• TASK DESCRIPTION
Go through the listing below and gather every line with the word "export".
>>>>>
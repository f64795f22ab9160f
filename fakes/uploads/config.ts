// Settings of the upload fake. The server entry reads them from the environment only
// (scripts/env.sh); tests pass them directly to startUploadFake.

export interface UploadFakeOptions {
  /** 0 picks a free port. */
  port: number;
  /** Folder for stored files; created if missing. */
  dir: string;
  /** The HMAC secret (the token's apiKey, starts with `sk_`). */
  apiKey: string;
  appId: string;
  /** How long a PUT waits for its `/route-metadata` registration (it may arrive after the PUT). */
  registrationTimeoutMs?: number;
  /** How long a held PUT waits for `/callback-result`: longer than the slowest onUploadComplete. */
  callbackTimeoutMs?: number;
  /** How long a dev-mode JSON-lines stream stays open waiting for its files. */
  devStreamTimeoutMs?: number;
  /** Called with one line per notable event; silent when absent. */
  log?: (line: string) => void;
}

export type ResolvedOptions = Required<Omit<UploadFakeOptions, 'log'>> & Pick<UploadFakeOptions, 'log'>;

export const DEFAULT_TIMEOUTS = {
  registrationTimeoutMs: 30_000,
  callbackTimeoutMs: 15 * 60_000,
  devStreamTimeoutMs: 60 * 60_000,
} as const;

export interface UploadToken {
  apiKey: string;
  appId: string;
  regions: string[];
}

/** Decodes `UPLOADTHING_TOKEN` (base64 JSON) the way the SDK does, with a clear error. */
export function parseUploadToken(token: string): UploadToken {
  let parsed: unknown;
  try {
    parsed = JSON.parse(Buffer.from(token, 'base64').toString('utf8'));
  } catch {
    throw new Error('UPLOADTHING_TOKEN: not base64 of a JSON object');
  }
  const t = parsed as Partial<UploadToken>;
  if (typeof t.apiKey !== 'string' || !t.apiKey.startsWith('sk_')) {
    throw new Error('UPLOADTHING_TOKEN: apiKey must be a string starting with "sk_"');
  }
  if (typeof t.appId !== 'string' || t.appId === '') throw new Error('UPLOADTHING_TOKEN: appId missing');
  if (!Array.isArray(t.regions) || t.regions.length === 0) throw new Error('UPLOADTHING_TOKEN: regions must be a non-empty array');
  return { apiKey: t.apiKey, appId: t.appId, regions: t.regions };
}

/** Builds the same token the SDK expects; tests use it to configure the real SDK. */
export function makeUploadToken(apiKey: string, appId: string): string {
  return Buffer.from(JSON.stringify({ apiKey, appId, regions: ['local'] })).toString('base64');
}

function intFromEnv(env: NodeJS.ProcessEnv, name: string): number | undefined {
  const raw = env[name];
  if (raw === undefined || raw === '') return undefined;
  const n = Number(raw);
  if (!Number.isInteger(n) || n < 0) throw new Error(`${name}: expected a non-negative integer, got "${raw}"`);
  return n;
}

export function optionsFromEnv(env: NodeJS.ProcessEnv = process.env): UploadFakeOptions {
  const missing = ['FAKE_UPLOADS_PORT', 'FAKE_UPLOADS_DIR', 'UPLOADTHING_TOKEN'].filter((n) => !env[n]);
  if (missing.length > 0) throw new Error(`upload fake: missing ${missing.join(', ')} (source scripts/env.sh demo|test)`);
  const { apiKey, appId } = parseUploadToken(env.UPLOADTHING_TOKEN!);
  return {
    port: intFromEnv(env, 'FAKE_UPLOADS_PORT')!,
    dir: env.FAKE_UPLOADS_DIR!,
    apiKey,
    appId,
    registrationTimeoutMs: intFromEnv(env, 'FAKE_UPLOADS_REGISTRATION_TIMEOUT_MS'),
    callbackTimeoutMs: intFromEnv(env, 'FAKE_UPLOADS_CALLBACK_TIMEOUT_MS'),
    devStreamTimeoutMs: intFromEnv(env, 'FAKE_UPLOADS_DEV_STREAM_TIMEOUT_MS'),
  };
}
<<<<<
• WRITTEN RESPONSE
export interface UploadFakeOptions {
export type ResolvedOptions = Required<Omit<UploadFakeOptions, 'log'>> & Pick<UploadFakeOptions, 'log'>;
export const DEFAULT_TIMEOUTS = {
export interface UploadToken {
export function parseUploadToken(token: string): UploadToken {
export function makeUploadToken(apiKey: string, appId: string): string {
export function optionsFromEnv(env: NodeJS.ProcessEnv = process.env): UploadFakeOptions {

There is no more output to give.